The problem is, as expected, the database impersonation context, as explained here. Same as in the case of server level privileges, the easiest fix is to mark the database trustworthy:
ALTER DATABASE [DemoActivationSigning] SET TRUSTWORTHY ON
If we cannot afford this due to security risks (marking the database trustworthy elevates the database dbo to a de-facto sysadmin), we must reside to code signing. The steps are these:
– alter the procedure to have an EXECUTE AS clause (otherwise the code signing infrastructure does not work)
– create a certificate with a private key in the [DemoActivationSigning] database
– sign the procedure
– drop the private key of the certificate
– copy the certificate into the [AuditInfrastructure] database (backup the certificate to a file and the create from that file)
– derive a user from the certificate in the [AuditInfrastructure]database
– grant the desired privileges to this user
Here is the code for these steps:
USE [DemoActivationSigning];
GO
— Create aprocedure that implements
— the [SessionsService] service
—
ALTER PROCEDURE [SessionsServiceProcedure]
WITH EXECUTE AS OWNER
AS
BEGIN
SET NOCOUNT ON;
DECLARE @dh UNIQUEIDENTIFIER;
DECLARE @mt SYSNAME;
BEGIN TRANSACTION;
WAITFOR (RECEIVE TOP (1) @dh = conversation_handle,
@mt = message_type_name
FROM [SessionsQueue]), TIMEOUT 1000;
WHILE (@dh IS NOT NULL)
BEGIN
— If the message is a request message,
— send back a response with the list of sessions
—
IF (@mt = N‘RequestSessions’)
BEGIN
— Get the list of current sessions
— and send it back as a response
—
DECLARE @response XML;
SELECT @response = (
SELECT * FROM sys.dm_exec_sessions
FOR XML PATH (‘session’), TYPE);
SEND ON CONVERSATION @dh
MESSAGE TYPE [Sessions]
(@response);
EXECUTE [AuditInfrastructure]..[audit_record_request];
END
— End the conversation and commit
END CONVERSATION @dh;
COMMIT;
— Try to loop once more if there are message
—
SELECT @dh = NULL;
BEGIN TRANSACTION;
WAITFOR (RECEIVE TOP (1) @dh = conversation_handle,
@mt = message_type_name
FROM [SessionsQueue]), TIMEOUT 1000;
END
COMMIT;
END
GO
— Create a certificate with a private key
— to sign the procedure with. The password
— used is not important, we’ll drop the
— private key
—
CREATE CERTIFICATE [SessionsServiceProcedureAudit]
ENCRYPTION BY PASSWORD = ‘Password#1234’
WITH SUBJECT = ‘SessionsServiceProcedure Signing for audit certificate’;
GO
— Sign the procedure with the certificate’s private key
—
ADD SIGNATURE TO OBJECT::[SessionsServiceProcedure]
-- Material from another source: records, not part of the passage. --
// Linear systems of the size of a bath (5 to 50 unknowns) with many right-hand sides, solved in place and
// without allocation. Rows are padded, so that every inner loop runs along a row.
#pragma once

#include <algorithm>
#include <cmath>
#include <cstddef>
#include <utility>

namespace bathwright::speciation {

/// A row length that keeps rows aligned to four doubles.
[[nodiscard]] constexpr std::size_t padded(std::size_t n) { return (n + 3) / 4 * 4; }

/// Gauss-Jordan elimination with partial pivoting of [M | B]: M is n x n, the row continues with the
/// right-hand sides to `width` columns in all; rows lie `stride` apart. On success the columns from n on hold
/// M^-1 B. False when M is singular to rounding.
inline bool eliminate(double* a, std::size_t n, std::size_t width, std::size_t stride) {
  for (std::size_t k = 0; k < n; ++k) {
    std::size_t pivot = k;
    double largest = std::abs(a[k * stride + k]);
    for (std::size_t r = k + 1; r < n; ++r)
      if (const double size = std::abs(a[r * stride + k]); size > largest) largest = size, pivot = r;
    if (!(largest > 1e-300) || !std::isfinite(largest)) return false;
    double* row = a + k * stride;
    if (pivot != k)
      for (std::size_t c = k; c < width; ++c) std::swap(row[c], a[pivot * stride + c]);
    const double scale = 1 / row[k];
    for (std::size_t r = k + 1; r < n; ++r) {
      double* other = a + r * stride;
      const double factor = other[k] * scale;
      if (factor == 0) continue;
      for (std::size_t c = k + 1; c < width; ++c) other[c] -= factor * row[c];
    }
  }
  for (std::size_t k = n; k-- > 0;) {
    double* row = a + k * stride;
    for (std::size_t r = k + 1; r < n; ++r) {
      const double factor = row[r];
      if (factor == 0) continue;
      const double* solved = a + r * stride;
      for (std::size_t c = n; c < width; ++c) row[c] -= factor * solved[c];
    }
    const double scale = 1 / row[k];
    for (std::size_t c = n; c < width; ++c) row[c] *= scale;
  }
  return true;
}

/// Cholesky solution of H y = g for a symmetric positive definite H (n x n, rows `stride` apart, lower half
/// used and overwritten); g becomes y. A pivot that rounding has pushed below `least` is raised to it (y is
/// then a descent direction all the same). False when a pivot is not positive.
inline bool solve_positive_definite(double* h, double* g, std::size_t n, std::size_t stride,
                                    double least = 0) {
  for (std::size_t k = 0; k < n; ++k) {
    double* row = h + k * stride;
    for (std::size_t c = 0; c <= k; ++c) {
      const double* other = h + c * stride;
      double sum = row[c];
      for (std::size_t i = 0; i < c; ++i) sum -= row[i] * other[i];
      if (c < k) {
        row[c] = sum * other[c];  // the diagonal holds its reciprocal
      } else {
        sum = std::max(sum, least);
        if (!(sum > 0)) return false;
        row[c] = 1 / std::sqrt(sum);
      }
    }
  }
  for (std::size_t k = 0; k < n; ++k) {
    double sum = g[k];
    for (std::size_t i = 0; i < k; ++i) sum -= h[k * stride + i] * g[i];
    g[k] = sum * h[k * stride + k];
  }
  for (std::size_t k = n; k-- > 0;) {
    double sum = g[k];
    for (std::size_t i = k + 1; i < n; ++i) sum -= h[i * stride + k] * g[i];
    g[k] = sum * h[k * stride + k];
  }
  return true;
}

}  // namespace bathwright::speciation
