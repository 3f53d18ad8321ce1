// What a task must fulfil before anything is computed.
#pragma once

#include <bathwright/speciation/solver.hpp>

namespace bathwright::speciation {

/// Fails with every amount, pressure and pH that is not a number or out of its range (bad_input).
Outcome check(const ChemicalSystem& system, const Task& task);

}  // namespace bathwright::speciation
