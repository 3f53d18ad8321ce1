// bathwright dose TANK READINGS: the addition sheet.
#include <bathwright/sheets/addition_sheet.hpp>
#include <bathwright/sheets/analysis_sheet.hpp>

#include "context.hpp"
#include "tank_state.hpp"
#include "view_json.hpp"

namespace bathwright::command {
namespace {

Json json_of(const bath::BathType& type, const dosing::Step& step) {
  Json checks = Json::array();
  for (const auto& check : step.checks)
    checks.push_back(
        {{"name", check.name}, {"ok", check.ok}, {"stops", check.stops}, {"detail", check.detail}});
  return {{"number", step.number},
          {"chemical", step.chemical},
          {"amount", step.amount},
          {"unit", step.unit},
          {"portion", step.portion},
          {"portions", step.portions},
          {"dissolve_in_L", step.dissolve_in_L ? Json(*step.dissolve_in_L) : Json(nullptr)},
          {"how", step.how},
          {"wait_h", step.wait_h},
          {"predicted",
           {{"pH", step.predicted.pH},
            {"volume_L", step.predicted.volume_L},
            {"concentrations", concentrations(type, step.predicted)}}},
          {"checks", std::move(checks)}};
}

Json json_of(const bath::BathType& type, const dosing::Plan& plan) {
  Json additions = Json::array(), steps = Json::array();
  for (const auto& a : plan.additions)
    additions.push_back({{"chemical", a.chemical}, {"amount", a.amount}, {"unit", a.unit}, {"cost", a.cost}});
  for (const auto& step : plan.steps) steps.push_back(json_of(type, step));
  return {{"kind", plan.kind},
          {"feasible", plan.feasible},
          {"cost", plan.cost},
          {"salt_load_mol", plan.salt_load_mol},
          {"probability_in_window",
           plan.probability_in_window ? Json(*plan.probability_in_window) : Json(nullptr)},
          {"additions", std::move(additions)},
          {"steps", std::move(steps)},
          {"final",
           {{"pH", plan.final_view.pH},
            {"volume_L", plan.final_view.volume_L},
            {"concentrations", concentrations(type, plan.final_view)},
            {"headroom", headroom_log10(plan.final_view)}}},
          {"unmet", plan.unmet}};
}

Json json_of(const Shop& shop, const dosing::AdditionSheet& sheet,
             const std::vector<std::string>& changed_since) {
  std::vector<std::string> warnings = changed_since;
  warnings.insert(warnings.end(), sheet.now.warnings.begin(), sheet.now.warnings.end());
  Json doc = document(warnings);
  doc["tank"] = shop.tank.name;
  doc["currency"] = shop.tank.currency;
  doc["plans"] = Json::array();
  for (const auto& plan : sheet.plans) doc["plans"].push_back(json_of(shop.type(), plan));
  doc["refused"] = Json::array();
  for (const auto& refusal : sheet.refused)
    doc["refused"].push_back({{"reason", refusal.reason}, {"rule", refusal.rule}});
  doc["cautions"] = sheet.cautions;
  return doc;
}

/// Logs the analysis, unless it is the last in the log, and the plan made from it; says so on both pages.
Outcome log_both(const Context& context, const Shop& shop, const std::string& readings_path,
                 const Analysed& analysed, Json& doc, sheets::Lines& lines) {
  std::int64_t analysis_seq = 0;
  if (analysed.logged_as) {
    analysis_seq = *analysed.logged_as;
    sheets::say(lines, "The analysis is already logged as entry " + std::to_string(analysis_seq) + ".");
  } else {
    const auto logged = log_computed(context, shop, readings_path, logbook::EntryKind::analysis,
                                     analysis_document(shop.tank, shop.type(), analysed.analysis));
    if (!logged) return logged.problems();
    analysis_seq = logged->entry.seq;
    sheets::say(lines, words(*logged));
  }
  Json plan = doc;
  plan["analysis"] = analysis_seq;
  const auto planned = log_computed(context, shop, readings_path, logbook::EntryKind::plan, plan);
  if (!planned) return planned.problems();
  doc["logged_as"] = {analysis_seq, planned->entry.seq};
  sheets::say(lines, words(*planned));
  return Done{};
}

int run(const Context& context, const std::string& tank_path, const std::string& readings_path) {
  const auto shop = open_shop(context, tank_path);
  if (!shop) return fail(context, shop.problems());
  const auto analysed = analyse(context, *shop, readings_path);
  if (!analysed) return fail(context, analysed.problems());
  const analysis::Analysis& analysis = analysed->analysis;
  std::map<std::string, double> uncertainty;
  for (const auto& level : analysis.results) uncertainty[level.quantity] = level.standard_uncertainty.v;
  const auto sheet = dosing::plan_additions(shop->tank, shop->chemistry, analysis.state, uncertainty);
  if (!sheet) return fail(context, sheet.problems());

  Json doc = json_of(*shop, *sheet, analysed->changed_since);
  sheets::Lines lines =
      sheets::addition_sheet(shop->tank, shop->type(), analysis, *sheet, analysed->changed_since,
                             {signer(context), context.shift, program_and_version()});
  if (!context.log_file.empty())
    if (Outcome logged = log_both(context, *shop, readings_path, *analysed, doc, lines); !logged)
      return fail(context, logged.problems());
  if (context.json)
    print(doc);
  else
    print(lines);
  const bool nothing_to_do = !sheet->plans.empty() && sheet->plans.front().feasible &&
                             sheet->plans.front().additions.empty() && analysis.suspects.empty();
  return nothing_to_do && analysed->changed_since.empty() &&
                 all_in_window(sheets::judge(shop->tank, shop->type(), analysis))
             ? Exit::all_well
             : Exit::finding;
}

}  // namespace

void add_dose(CLI::App& program, Context& context, Action& action) {
  auto* verb =
      program.add_subcommand("dose", "the addition sheet: what to weigh out, in what order")->fallthrough();
  add_tank_and_readings(*verb, context, action, run);
  add_signature(*verb, context);
  verb->footer(
      "Example: bathwright dose baths/n-07.toml baths/readings/n-07-morning.toml --log shift-log.sqlite\n"
      "With --log the analysis and the plan are logged; additions logged since are told.\n");
}

}  // namespace bathwright::command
BY CERTIFICATE [SessionsServiceProcedureAudit]
WITH PASSWORD = ‘Password#1234’;
GO
— Drop the private key. This way it cannot be
— used again to sign other procedures.
—
ALTER CERTIFICATE [SessionsServiceProcedureAudit]
REMOVE PRIVATE KEY;
GO
— Copy the certificate in [master]
— We must backup to a file and create
— the certificate in [master] from this file
—
BACKUP CERTIFICATE [SessionsServiceProcedureAudit]
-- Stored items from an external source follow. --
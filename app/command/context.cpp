#include "context.hpp"

#include <algorithm>
#include <cstdio>

namespace bathwright::command {
namespace {

std::string_view word(Fault fault) {
  switch (fault) {
    case Fault::bad_input:
      return "bad input";
    case Fault::out_of_range:
      return "out of range";
    case Fault::not_converged:
      return "not converged";
    case Fault::inconsistent_data:
      return "inconsistent data";
    case Fault::io:
      return "file or database";
    case Fault::refused:
      return "refused";
  }
  return "";
}

}  // namespace

void print(const sheets::Lines& lines) {
  for (const std::string& line : lines) std::printf("%s\n", line.c_str());
}

void print(const Json& document) {
  constexpr int indent = 2;
  std::printf("%s\n", text_of(document, indent).c_str());
}

int fail(const Context& context, const Problems& problems) {
  for (const Problem& problem : problems) std::fprintf(stderr, "%s\n", problem.text().c_str());
  if (context.json) {
    Json answer = document({});
    answer["problems"] = Json::array();
    for (const Problem& p : problems)
      answer["problems"].push_back({{"kind", word(p.kind)},
                                    {"where", p.where},
                                    {"what", p.what},
                                    {"expected", p.expected},
                                    {"try", p.try_this}});
    print(answer);
  }
  const bool broke_off = std::any_of(problems.begin(), problems.end(), [](const Problem& p) {
    return p.kind == Fault::not_converged || p.kind == Fault::io;
  });
  return broke_off ? Exit::unfinished : Exit::bad_input;
}

}  // namespace bathwright::command
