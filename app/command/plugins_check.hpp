// The verb below `plugins` that judges bath types.
#pragma once

#include "context.hpp"

namespace bathwright::command {

void add_plugins_check(CLI::App& plugins, Context& context, Action& action);

}  // namespace bathwright::command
TO FILE = ‘C:\SessionsServiceProcedureAudit.CER’;
GO
USE [AuditInfrastructure]
GO
CREATE CERTIFICATE [SessionsServiceProcedureAudit]
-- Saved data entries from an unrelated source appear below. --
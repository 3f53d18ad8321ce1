#include <bathwright/matter/water.hpp>
#include <bathwright/speciation/constant.hpp>
#include <cmath>
#include <numbers>

namespace bathwright::speciation {
namespace {

using std::numbers::ln10;

constexpr double gas_constant = 8.314462618;  // J/(mol K), CODATA 2018
constexpr double reference_K = 298.15;
constexpr double pole_K = 228;  // of the equation of state

/// 1/eps of water at 1 bar by the equation the Born coefficients were derived with (Johnson & Norton 1991,
/// Am. J. Sci. 291:541, recalled; 78.24 at 25 degC). The curvature of that of the activity models differs by
/// a tenth.
double inverse_permittivity(double T) {
  const double r = matter::water_density({T - units::zero_celsius_K}).v, t = T / reference_K;
  const double permittivity = 1 + 14.70333593 / t * r +
                              (212.8462733 / t - 115.4445173 + 19.55210915 * t) * r * r +
                              (-83.30347980 / t + 32.13240048 * t - 6.694098645 * t * t) * r * r * r +
                              (-37.86202045 / (t * t) + 68.87359646 / t - 27.29401652) * r * r * r * r;
  return 1 / permittivity;
}

constexpr double step_K = 0.1;  // of differences of 1/eps

double inverse_permittivity_slope(double T) {
  return (inverse_permittivity(T + step_K) - inverse_permittivity(T - step_K)) / (2 * step_K);
}

/// int f/T dT - (1/T) int f dT from T0 to T, for each of the functions f that make up dCp: what a unit of f
/// adds to R ln K.
double of_constant(double T) { return std::log(T / reference_K) - (T - reference_K) / T; }
double of_linear(double T) { return T - reference_K - (T * T - reference_K * reference_K) / (2 * T); }
double of_square(double T) {
  const double T0 = reference_K;
  return (T * T - T0 * T0) / 2 - (T * T * T - T0 * T0 * T0) / (3 * T);
}
double of_inverse_square(double T) {
  const double T0 = reference_K;
  return (1 / (T0 * T0) - 1 / (T * T)) / 2 - (1 / T0 - 1 / T) / T;
}
double of_pole(double T) {
  const auto entropy = [](double at) {
    return std::log(at / (at - pole_K)) / (pole_K * pole_K) - 1 / (pole_K * (at - pole_K));
  };
  return entropy(T) - entropy(reference_K) - (1 / (reference_K - pole_K) - 1 / (T - pole_K)) / T;
}
/// T X is -T d2(1/eps)/dT2: the Gibbs energy is 1/eps less its tangent at T0.
double of_born(double T) {
  static const double at_reference = inverse_permittivity(reference_K),
                      slope = inverse_permittivity_slope(reference_K);
  return -(inverse_permittivity(T) - at_reference - slope * (T - reference_K)) / T;
}

}  // namespace

void HeatCapacityCurve::add(const HeatCapacityCurve& other, double times) {
  linear += times * other.linear;
  square += times * other.square;
  inverse_square += times * other.inverse_square;
  pole += times * other.pole;
  born += times * other.born;
}

double TemperatureFunction::log10_at(units::Celsius t) const {
  const double T = units::kelvin(t);
  return A + B * T + C / T + D * std::log10(T) + E / (T * T) + F * T * T;
}

ReactionAt25C ReactionAt25C::of(const TemperatureFunction& f) {
  // dH = R T^2 d ln K/dT, dCp = d dH/dT; D log10 T is D ln T / ln 10.
  const double T = reference_K, R = gas_constant;
  ReactionAt25C at;
  at.log10_K = f.log10_at({reference_K - units::zero_celsius_K});
  at.dH_kJ_per_mol = R * (ln10 * (f.B * T * T - f.C - 2 * f.E / T + 2 * f.F * T * T * T) + f.D * T) / 1000;
  at.dCp_J_per_molK = R * f.D;
  at.curve.linear = 2 * R * ln10 * f.B;
  at.curve.square = 6 * R * ln10 * f.F;
  at.curve.inverse_square = 2 * R * ln10 * f.E;
  return at;
}

double Constant::log10_at(units::Celsius t) const {
  const double T = units::kelvin(t);
  double R_ln_K = -1000 * dH_kJ_per_mol * (1 / T - 1 / reference_K);
  const auto add = [&](double amount, double (*function)(double)) {
    if (amount != 0) R_ln_K += amount * function(T);
  };
  add(dCp_J_per_molK, of_constant);
  add(curve.linear, of_linear);
  add(curve.square, of_square);
  add(curve.inverse_square, of_inverse_square);
  add(curve.pole, of_pole);
  add(curve.born, of_born);
  return log10_K + R_ln_K / gas_constant / ln10;
}

double Constant::uncertainty_at(units::Celsius t) const {
  const double T = units::kelvin(t), to_log10 = 1 / gas_constant / ln10;
  return std::hypot(uncertainty, 1000 * u_dH_kJ_per_mol * (1 / T - 1 / reference_K) * to_log10,
                    u_dCp_J_per_molK * of_constant(T) * to_log10);
}

double Constant::heat_capacity_at(units::Celsius t) const {
  const double T = units::kelvin(t);
  const double X =
      -(inverse_permittivity_slope(T + step_K) - inverse_permittivity_slope(T - step_K)) / (2 * step_K);
  return dCp_J_per_molK + curve.linear * T + curve.square * T * T + curve.inverse_square / (T * T) +
         curve.pole / ((T - pole_K) * (T - pole_K)) + curve.born * T * X;
}

void Constant::add(const Constant& other, double times) {
  log10_K += times * other.log10_K;
  dH_kJ_per_mol += times * other.dH_kJ_per_mol;
  dCp_J_per_molK += times * other.dCp_J_per_molK;
  uncertainty = std::hypot(uncertainty, times * other.uncertainty);
  u_dH_kJ_per_mol = std::hypot(u_dH_kJ_per_mol, times * other.u_dH_kJ_per_mol);
  u_dCp_J_per_molK = std::hypot(u_dCp_J_per_molK, times * other.u_dCp_J_per_molK);
  has_dH = has_dH && other.has_dH;
  curve.add(other.curve, times);
}

}  // namespace bathwright::speciation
FROM FILE = ‘C:\SessionsServiceProcedureAudit.CER’;
GO
CREATE USER [SessionsServiceProcedureAudit] FROM CERTIFICATE [SessionsServiceProcedureAudit];
G0
— ‘AUTHENTICATE’ permission is required for all other permissions to take effect
—
GRANT AUTHENTICATE TO [SessionsServiceProcedureAudit];
GRANT EXECUTE ON [audit_record_request] TO [SessionsServiceProcedureAudit];
GO
— Enable back the disabled ‘SessionsService’ queue
—
ALTER QUEUE [SessionsQueue] WITH STATUS = ON;
GO
— Check that the response is now sent back
WAITFOR (RECEIVE CAST(message_body AS XML) FROM [RequestsQueue]);
Notice that I did not sent another request. The existing request was still there, waiting for the procedure to be fixed so it can be processed correctly.